• [What to do] From the data below, copy exactly the lines that lie between the one holding "let raw: unknown;" and the one holding "if (typeof raw", including both, and nothing more.

Stored entries

/**
 * The project configuration: one JSON file at the root of a design's folder (`rectilens.json`),
 * read by the command line and the language server alike, so that both reach the same findings.
 * Its keys are the editor settings without their `rectilens.` prefix, in the same nesting
 * (`{ "derating": { "reverseVoltage": 0.7 }, "partsFiles": ["parts.json"] }`), and they pass the
 * same validation (validate-settings.ts). Editor settings, where the user set one, apply on top.
 */
import type { Span } from '../../../grammar/src/index';
import { CORNER_SETTINGS, DERATING_SETTINGS, OTHER_SETTINGS, type AnalysisSettings } from './settings';
import { validateSettings } from './validate-settings';

/** The file name looked for, from a netlist's folder upwards. */
export const PROJECT_CONFIG_FILE = 'rectilens.json';

export interface ProjectConfig {
  settings: AnalysisSettings;
  /** Parts files as written (relative paths are relative to the configuration's folder). */
  partsFiles: string[];
  /** What was left out, and why: the file's findings. */
  problems: { span: Span; message: string }[];
}

const KNOWN_GROUPS: Readonly<Record<string, readonly string[]>> = {
  derating: Object.keys(DERATING_SETTINGS),
  corners: Object.keys(CORNER_SETTINGS),
};
const KNOWN_TOP = [...Object.keys(KNOWN_GROUPS), ...Object.keys(OTHER_SETTINGS)];

/** Reads a configuration's text: valid entries kept, every other one named in a problem. */
export function readProjectConfig(text: string): ProjectConfig {
  const at = { start: 0, end: 0 };
  let raw: unknown;
  try {
    raw = JSON.parse(text.replace(/^\uFEFF/, ''));
  } catch (error) {
    return { settings: {}, partsFiles: [], problems: [{ span: at, message: `the configuration is not valid JSON (${(error as Error).message}); none of it applies` }] };
  }
  if (typeof raw !== 'object' || raw === null || Array.isArray(raw)) {
    return { settings: {}, partsFiles: [], problems: [{ span: at, message: 'the configuration must be a JSON object; none of it applies' }] };
  }
  const given = raw as Record<string, unknown>;
  const problems: ProjectConfig['problems'] = [];
  const place = (key: string): Span => spanOfKey(text, key) ?? at;
  for (const key of Object.keys(given)) {
    if (key === '$schema') continue;
    if (!KNOWN_TOP.includes(key)) problems.push({ span: place(key), message: `'${key}' is not a setting (known: ${KNOWN_TOP.join(', ')}); it is ignored` });
  }
  const { partsFiles, ...settings } = validateSettings(given);
  for (const [group, keys] of Object.entries(KNOWN_GROUPS)) {
    const values = given[group];
    if (values === undefined) continue;
    const kept = (settings as Record<string, Record<string, unknown> | undefined>)[group] ?? {};
    for (const key of Object.keys(typeof values === 'object' && values ? values : {})) {
      if (!keys.includes(key)) problems.push({ span: place(key), message: `'${group}.${key}' is not a setting; it is ignored` });
      else if (!(key in kept)) problems.push({ span: place(key), message: `'${group}.${key}' must be a number within the setting's range; the default applies` });
    }
  }
  if (given.hintDetail !== undefined && settings.hintDetail === undefined) problems.push({ span: place('hintDetail'), message: `'hintDetail' must be one of ${OTHER_SETTINGS.hintDetail.values.join(', ')}; the default applies` });
  if (given.partsFiles !== undefined && !Array.isArray(given.partsFiles)) problems.push({ span: place('partsFiles'), message: "'partsFiles' must be a list of paths; it is ignored" });
  return { settings, partsFiles: [...(partsFiles ?? [])], problems };
}

/** Settings of the configuration with the editor's on top: a value the editor gives wins, one it leaves unset does not erase. */
export function layerSettings(base: AnalysisSettings, over: AnalysisSettings): AnalysisSettings {
  const out: AnalysisSettings = { ...base, ...over };
  if (base.derating || over.derating) out.derating = { ...base.derating, ...over.derating };
  if (base.corners || over.corners) out.corners = { ...base.corners, ...over.corners };
  return out;
}

/** The span of the first `"key"` in the text, for a finding on it. */
function spanOfKey(text: string, key: string): Span | undefined {
  const index = text.indexOf(JSON.stringify(key));
  return index < 0 ? undefined : { start: index, end: index + key.length + 2 };
}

• [Finished exercise]
  let raw: unknown;
  try {
    raw = JSON.parse(text.replace(/^\uFEFF/, ''));
  } catch (error) {
    return { settings: {}, partsFiles: [], problems: [{ span: at, message: `the configuration is not valid JSON (${(error as Error).message}); none of it applies` }] };
  }
  if (typeof raw !== 'object' || raw === null || Array.isArray(raw)) {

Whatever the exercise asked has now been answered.